Viaje a Burundi – Semana Santa 2011

DIARIO DE EXPEDICIÓN

Días 25, 26 y 27: Rumbo a Gitega…

Elena Bandrés nos informa:

Nos ha pedido Felipe que os comuniquemos que hoy LUNES salieron desde Buyumbura hacia Gitega, en el interior del país, donde visitarán otra casa de los Padres Blancos.

Nos quieren transmitir que siguen muy bien, y que estarán con ellos tres días, por lo que no nos podrán transmitir a diario noticias, hasta su vuelta a Buyumbura que es donde tienen disponibilidad del correo electrónico.

Así comienza la crónica…

composición gráfica, destaca el mapa de África

Amahoro, Paz en kirundi.

El lunes salimos para Gitega, en el interior; es la 2ª ciudad más importante de Burundi. Lo bueno es su clima, al estar a más de 2000 metros de altitud no hemos pasado calor y los mosquitos no existían.

Dura tarea misionera, Esperanza de muchos…

Hemos conocido otra comunidad de Padres Blancos.

De nuevo nos hemos quedado impresionados por los misioneros y sus trabajos, un francés de 94 años que sigue en activo, un alemán de 78 y un ruandés de unos 30 años.

Aquí tienen los Padres Blancos su centro de formación y postulantado.

Como Germán no para ni nos deja parar, salimos a dar una vuelta por la «ciudad», ver el centro y la zona de la catedral (cualquier idea de lo que nosotros tenemos de lo que es una ciudad y una catedral, podéis olvidarla).

Conocimos una Fundación, el Buen Pastor, creada por un obispo que fue asesinado en la guerra y que trabaja con los pigmeos batúa en régimen de internado, porque llegan desde todo el país. Tienen talleres de formación profesional y educación secundaria y tratan de que salgan de su marginación y pobreza.

Conocimos también a las Hermanas Blancas; tienen una comunidad en uno de los barrios más difíciles de Gitega, un barrio musulmán. Tienen un dispensario médico y trabajan especialmente con los niños que les llegan desnutridos y enfermos -que son muchísimos- y trabajan tanto con musulmanes como con cristianos. A los niños desnutridos les proporcionan una papilla compuesta de maíz, mijo y soja. Como todas las comunidades son un «pequeño babel», una española, una italiana, una camerunesa y una burundesa, fue muy interesante hablar con ellas y conocer su trabajo.

La crudeza de una guerra…

Hemos pasado por numerosos sitios donde Germán ha trabajado desde sus primeros años en Burundi, lleva ya 47. Me ha dado la sensación que ha sido como una retrospectiva de lo que ha sido su vida.

Nos ha ido contando muchas de las situaciones que ha vivido durante la guerra, directa o indirectamente. En uno de los viajes, paramos ante un pequeño monumento para hacer una oración en recuerdo de 22 jóvenes que murieron quemados y,

… en Ruyigi visitamos la instalaciones de Magie, una tutsi que era secretaria del obispo de esa diócesis durante la guerra y que acogió a 72 hutus huidos. Los tutsis los encontraron y los asesinaron en las instalaciones del obispado y a ella la dieron una paliza. Desde entonces se dedicó a acoger a huérfanos de la guerra porque prometió a una de las mujeres asesinadas que cuidaría de sus hijos.
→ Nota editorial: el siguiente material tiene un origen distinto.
import { TestBed } from '@angular/core/testing';
import { problemSchema } from '#shared/problems/problem-schema';
import type { RateCard } from '#shared/rate-cards/rate-card';
import type { RateCardSummary } from '#shared/rate-cards/rate-card-summary-schema';
import type { WholeRateCard } from '#shared/rate-cards/rate-cards-endpoints';
import { startCard } from '#shared/rate-cards/start-card';
import { withValueAt } from '#shared/rate-cards/tables/value-at';
import { signIn, words } from '../../../test/sign-in';
import { ProblemError } from '../../core/problems/problem-error';
import { Saving } from '../../core/saving/saving';
import { RateCardCalls, type CardEntries, type SeenCard } from '../rate-card-calls';
import { CardSaving } from './card-saving';
import { CardStore } from './card-store';

const id = '018f0000-0000-7000-8000-000000000031';
const gilder = ['money', 'grades', 2, 'costPerHour'];
const carver = ['money', 'grades', 1, 'costPerHour'];

const refusal = (status: number, more: object = {}) =>
  new ProblemError(
    problemSchema.parse({ type: 'about:blank', title: `refused ${status}`, status, instance: '', errors: [], ...more }),
  );

/** The server's side of one draft, in memory. */
class CardServer implements Pick<RateCardCalls, 'read' | 'keep'> {
  card: WholeRateCard = {
    ...{ id, version: 1, name: 'Spring', state: 'draft', from: null, basedOnId: null },
    changedAt: '2026-03-01T08:00:00.000Z',
    content: startCard as WholeRateCard['content'],
  };
  readonly arrived: CardEntries[] = [];
  readonly failures: ProblemError[] = [];

  read = () => Promise.resolve(this.card);

  keep(seen: SeenCard, entries: CardEntries): Promise<RateCardSummary> {
    const failure = this.failures.shift();
    if (failure) return Promise.reject(failure);
    if (seen.version !== this.card.version) return Promise.reject(refusal(412, { current: this.card }));
    this.arrived.push(entries);
    this.change(entries);
    const { content: _content, ...summary } = this.card;
    return Promise.resolve(summary);
  }

  change({ name, content }: CardEntries): void {
    const version = this.card.version + 1;
    this.card = { ...this.card, version, name, content: content as WholeRateCard['content'] };
  }
}

describe('A draft of a rate card', () => {
  let server: CardServer;
  let store: CardStore;
  let cardSaving: CardSaving;
  const settle = (wait_ms = 0) => new Promise((resolve) => setTimeout(resolve, wait_ms));
  const saving = () => TestBed.inject(Saving);
  const gilderOf = ({ money }: RateCard) => money.grades[2]?.costPerHour;
  const carverOf = ({ money }: RateCard) => money.grades[1]?.costPerHour;

  beforeEach(async () => {
    server = new CardServer();
    TestBed.configureTestingModule({
      providers: [words, CardStore, CardSaving, { provide: RateCardCalls, useValue: server }],
    });
    signIn(['owner']);
    store = TestBed.inject(CardStore);
    cardSaving = TestBed.inject(CardSaving);
    store.open(id);
    TestBed.tick();
    await settle();
  });

  it('saves itself once after the last of several entries', async () => {
    store.enterCell(gilder, '34.00');
    store.enterCell(gilder, '35.00');
    expect(saving().state()).toBe('idle');
    await settle(700);
    expect(server.arrived.map(({ content }) => gilderOf(content))).toEqual(['35.00']);
    expect([saving().state(), store.isDirty(), store.summary()?.version]).toEqual(['kept', false, 2]);
  });

  it('is not sent while a figure is wrong, and says what is wrong beside it', async () => {
    store.enterCell(gilder, 'fair');
    await cardSaving.flush();
    expect([server.arrived.length, saving().state(), store.isDirty()]).toEqual([0, 'failed', true]);
    expect(store.remarks().of(gilder)).not.toBe('');
    expect([store.remarks().countIn('labour'), store.remarks().countIn('leaf')]).toEqual([1, 0]);
    store.enterCell(gilder, '34.00');
    expect(await cardSaving.flush()).toBe(true);
  });

  it('leaves a text standing that cannot be read, and sends nothing until it can', async () => {
    store.leaveUnread(gilder, { text: 'a lot', message: 'not clear' });
    expect([store.remarks().of(gilder), store.remarks().textOf(gilder)]).toEqual(['not clear', 'a lot']);
    expect(await cardSaving.flush()).toBe(false);
    store.enterCell(gilder, '34.00');
    expect([store.remarks().count, await cardSaving.flush()]).toEqual([0, true]);
  });

  it('takes steps back and forth, and saves what stands then', async () => {
    store.enterCell(gilder, '34.00');
    await cardSaving.flush();
    store.undo();
    expect(gilderOf(store.content()!)).toBe('33.00');
    await cardSaving.flush();
    store.redo();
    await cardSaving.flush();
    expect(server.arrived.map(({ content }) => gilderOf(content))).toEqual(['34.00', '33.00', '34.00']);
    expect(store.canRedo()).toBe(false);
  });

  it('lays together what two changed in different lines, by itself', async () => {
    server.change({ name: 'Summer', content: withValueAt<RateCard>(startCard, carver, '32.00') });
    store.enterCell(gilder, '34.00');
    expect(await cardSaving.flush()).toBe(true);
    expect([gilderOf(server.card.content), carverOf(server.card.content), server.card.name]).toEqual([
      '34.00',
      '32.00',
      'Summer',
    ]);
    expect([cardSaving.theirs(), saving().state()]).toEqual([undefined, 'kept']);
  });

  it('undoes what was entered here alone after that', async () => {
    server.change({ name: 'Spring', content: withValueAt<RateCard>(startCard, carver, '32.00') });
    store.enterCell(gilder, '34.00');
    await cardSaving.flush();
    store.undo();
    expect([gilderOf(store.content()!), carverOf(store.content()!)]).toEqual(['33.00', '32.00']);
    store.redo();
    expect([gilderOf(store.content()!), carverOf(store.content()!)]).toEqual(['34.00', '32.00']);
  });

  it('asks about a line both changed, and keeps it as chosen with the other lines of both', async () => {
    const both = withValueAt<RateCard>(startCard, carver, '32.00');
    server.change({ name: 'Spring', content: withValueAt<RateCard>(both, gilder, '40.00') });
    store.enterCell(gilder, '34.00');
    expect(await cardSaving.flush()).toBe(false);
    const theirs = cardSaving.theirs()!;
    expect([gilderOf(theirs.content), gilderOf(store.content()!)]).toEqual(['40.00', '34.00']);
    expect(store.mergedWith(theirs)?.overlaps).toEqual(['content/money/grades/gilder/costPerHour']);
    expect(await cardSaving.settle(() => 'mine')).toBe(true);
    expect([gilderOf(server.card.content), carverOf(server.card.content)]).toEqual(['34.00', '32.00']);
    expect([server.card.version, cardSaving.theirs()]).toEqual([3, undefined]);
  });

  it('sends nothing where theirs was chosen and nothing else differs', async () => {
    server.change({ name: 'Spring', content: withValueAt<RateCard>(startCard, gilder, '40.00') });
    store.enterCell(gilder, '34.00');
    await cardSaving.flush();
    expect(await cardSaving.settle(() => 'theirs')).toBe(true);
    expect([gilderOf(store.content()!), store.isDirty(), server.card.version]).toEqual(['40.00', false, 2]);
  });

  it('waits for a server that is away, and sends again', async () => {
    server.failures.push(refusal(503));
    store.enterCell(gilder, '34.00');
    const flushed = cardSaving.flush();
    await settle(20);
    expect(saving().state()).toBe('waiting');
    window.dispatchEvent(new Event('online'));
    expect(await flushed).toBe(true);
    expect(gilderOf(server.card.content)).toBe('34.00');
  });

  it('places what the server would not take beside its cell', async () => {
    server.failures.push(
      refusal(400, { errors: [{ path: ['content', ...gilder], message: 'Not in this workshop.' }] }),
    );
    store.enterCell(gilder, '34.00');
    expect(await cardSaving.flush()).toBe(false);
    expect(store.remarks().of(gilder)).toBe('Not in this workshop.');
  });

  it('cannot be changed by an estimator, nor once it is dated', () => {
    signIn(['estimator']);
    store.enterCell(gilder, '34.00');
    expect(store.isDirty()).toBe(false);
    signIn(['owner']);
    store.tell({ ...store.summary()!, state: 'set', from: '2026-04-01' });
    store.enterCell(gilder, '34.00');
    expect(gilderOf(store.content()!)).toBe('33.00');
  });
});
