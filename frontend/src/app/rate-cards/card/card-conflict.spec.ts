import { TestBed } from '@angular/core/testing';
import { startCard } from '#shared/rate-cards/start-card';
import type { RateCard } from '#shared/rate-cards/rate-card';
import type { CardSide } from '#shared/rate-cards/merged-values';
import type { WholeRateCard } from '#shared/rate-cards/rate-cards-endpoints';
import { withValueAt } from '#shared/rate-cards/tables/value-at';
import { signIn, words } from '../../../test/sign-in';
import { RateCardCalls } from '../rate-card-calls';
import { CardConflict } from './card-conflict';
import { CardStore } from './card-store';

const gilder = ['money', 'grades', 2, 'costPerHour'];

describe('CardConflict', () => {
  const spoken = (node: Element | null | undefined) => (node?.textContent ?? '').replace(/\s+/g, ' ').trim();

  function shown(mine: RateCard, theirs: RateCard) {
    const kept = { id: 'card', version: 1, name: 'Spring', state: 'draft', content: startCard } as WholeRateCard;
    TestBed.configureTestingModule({ providers: [words, CardStore, { provide: RateCardCalls, useValue: {} }] });
    signIn(['owner']);
    const store = TestBed.inject(CardStore);
    store.put(kept);
    store.enterContent(mine);
    const fixture = TestBed.createComponent(CardConflict);
    fixture.componentRef.setInput('theirs', { ...kept, version: 2, content: theirs as WholeRateCard['content'] });
    fixture.detectChanges();
    const element = fixture.nativeElement as HTMLElement;
    let settled: ((key: string) => CardSide) | undefined;
    fixture.componentInstance.settled.subscribe((sideOf) => (settled = sideOf));
    const button = (text: string) =>
      [...element.querySelectorAll('button')].find((one) => spoken(one) === text) as HTMLButtonElement;
    return { fixture, element, button, settled: () => settled };
  }

  it('asks about each line both changed, in words, and is settled when all are chosen', () => {
    const [mine, theirs] = [withValueAt(startCard, gilder, '34.00'), withValueAt(startCard, gilder, '40.00')];
    const { fixture, element, button, settled } = shown(mine, theirs);
    expect([...element.querySelectorAll('legend')].map(spoken)).toEqual(['Gilder Cost an hour, €']);
    expect([...element.querySelectorAll('label')].map(spoken)).toEqual(['yours: 34.00', 'theirs: 40.00']);
    expect(button('Keep the draft like this').disabled).toBe(true);
    element.querySelectorAll('input')[1].dispatchEvent(new Event('change'));
    fixture.detectChanges();
    button('Keep the draft like this').click();
    expect(settled()?.('content/money/grades/gilder/costPerHour')).toBe('theirs');
  });

  it('says of a row that one took away and the other changed what becomes of it', () => {
    const grades = startCard.money.grades.filter(({ id }) => id !== 'gilder');
    const mine: RateCard = { ...startCard, money: { ...startCard.money, grades } };
    const { element } = shown(mine, withValueAt(startCard, gilder, '40.00'));
    expect([...element.querySelectorAll('label')].map(spoken)).toEqual(['yours: taken away', 'theirs: stays']);
  });
});
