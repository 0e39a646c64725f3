import { DOCUMENT, ErrorHandler, Injectable, effect, inject, signal } from '@angular/core';
import { takeUntilDestroyed } from '@angular/core/rxjs-interop';
import { type Observable, Subject, catchError, concatMap, debounceTime, defer, EMPTY, filter, finalize } from 'rxjs';
import { fromEvent, map, merge, race, retry, throwError, timer } from 'rxjs';
import type { CardSide } from '#shared/rate-cards/merged-values';
import { wholeRateCardSchema, type WholeRateCard } from '#shared/rate-cards/rate-cards-endpoints';
import { Notices } from '../../core/problems/notices';
import { ProblemError } from '../../core/problems/problem-error';
import { Saving } from '../../core/saving/saving';
import { RateCardCalls } from '../rate-card-calls';
import { CardStore } from './card-store';

const afterTheLastKey_ms = 600;
const longestWait_ms = 30_000;

/** Sends what was entered: 600 ms after the last key, one request in flight, again and again while the server is away. */
@Injectable()
export class CardSaving {
  private readonly calls = inject(RateCardCalls);
  private readonly store = inject(CardStore);
  private readonly saving = inject(Saving);
  private readonly notices = inject(Notices);
  private readonly errors = inject(ErrorHandler);
  private readonly window = inject(DOCUMENT).defaultView as Window;
  private readonly asks = new Subject<() => void>();
  private readonly current = signal<WholeRateCard | undefined>(undefined);

  /** What somebody else kept meanwhile, until it is chosen whose lines stand. */
  readonly theirs = this.current.asReadonly();

  constructor() {
    this.saving.reset();
    effect(() => this.saving.expect(this.store.isDirty() ? 1 : 0));
    const nothing = () => undefined;
    const hidden = fromEvent(this.window.document, 'visibilitychange').pipe(
      filter(() => this.window.document.visibilityState === 'hidden'),
    );
    const typed = this.store.edited.pipe(debounceTime(afterTheLastKey_ms));
    merge(typed.pipe(map(() => nothing)), hidden.pipe(map(() => nothing)), this.asks)
      .pipe(
        concatMap((done) => this.sent().pipe(finalize(done))),
        takeUntilDestroyed(),
      )
      .subscribe();
  }

  /** Sends at once; true when the server has everything. */
  async flush(): Promise<boolean> {
    await new Promise<void>((resolve) => this.asks.next(resolve));
    return !this.store.isDirty();
  }

  /** The lines both changed stand as chosen, everything else of both sides stands too. */
  settle(sideOf: (key: string) => CardSide): Promise<boolean> {
    const theirs = this.current();
    this.current.set(undefined);
    if (theirs) this.store.rebase(theirs, sideOf);
    this.saving.reset();
    return this.flush();
  }

  private sent(): Observable<unknown> {
    return defer(() => this.send()).pipe(
      retry({ delay: (error, count) => this.waited(error, count) }),
      catchError((error: unknown) => {
        this.saving.fail();
        this.errors.handleError(error);
        return EMPTY;
      }),
    );
  }

  private async send(): Promise<void> {
    const [summary, entered] = [this.store.summary(), this.store.entered()];
    if (!summary || !entered || !this.store.isDirty() || this.current()) return;
    if (this.store.remarks().count > 0) return this.saving.fail();
    this.saving.begin();
    try {
      this.store.tell(await this.calls.keep(summary, entered), entered);
      this.saving.kept();
    } catch (error) {
      await this.dealWith(error);
    }
  }

  private async dealWith(error: unknown): Promise<void> {
    if (!(error instanceof ProblemError) || error.isPassing) throw error;
    if (error.isStale) await this.join(error);
    else if (error.status === 400) this.refuse(error);
    else throw error;
  }

  /** Somebody was faster: what they changed is laid under what was entered here; a line both changed is asked about. */
  private async join({ problem }: ProblemError): Promise<void> {
    const theirs = wholeRateCardSchema.parse(problem.current);
    const overlaps = this.store.mergedWith(theirs)?.overlaps ?? [];
    if (overlaps.length > 0) {
      this.saving.fail();
      this.current.set(theirs);
      return;
    }
    this.store.rebase(theirs);
    this.notices.say($localize`Somebody else changed other lines of this draft; theirs and yours both stand.`);
    if (this.store.isDirty()) await this.send();
    else this.saving.kept();
  }

  private refuse({ problem }: ProblemError): void {
    this.saving.fail();
    const placed = problem.errors.filter(({ path }) => path[0] === 'content' || path[0] === 'name');
    this.store.refuse(
      placed.map(({ path, message }) => ({ path: path[0] === 'content' ? path.slice(1) : path, message })),
    );
    if (placed.length === 0) this.notices.complain(problem.title);
  }

  /** When to try again: later each time, at once when the network is back; anything but an absent server is no reason to. */
  private waited(error: unknown, count: number): Observable<unknown> {
    if (!(error instanceof ProblemError) || !error.isPassing) return throwError(() => error);
    this.saving.wait();
    const told_ms = (error.retryAfter_seconds ?? 0) * 1000;
    const wait_ms = Math.min(longestWait_ms, Math.max(told_ms, 1000 * 2 ** (count - 1)));
    return race(timer(wait_ms), fromEvent(this.window, 'online'));
  }
}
Es una mujer que ha conseguido tener fama internacional y por ello consigue numerosas ayudas, con eso mantiene a los niños y ha creado el mejor hospital de Burundi.

El día a día…

Aquí los horarios son distintos, se vive a ritmo de la naturaleza, por la mañana la Eucaristía es a las 6,30 h., luego el desayuno y las actividades, a las 18,00 h. ya es de noche, la comida a las 12,30 h. y la cena a las 19,00 h.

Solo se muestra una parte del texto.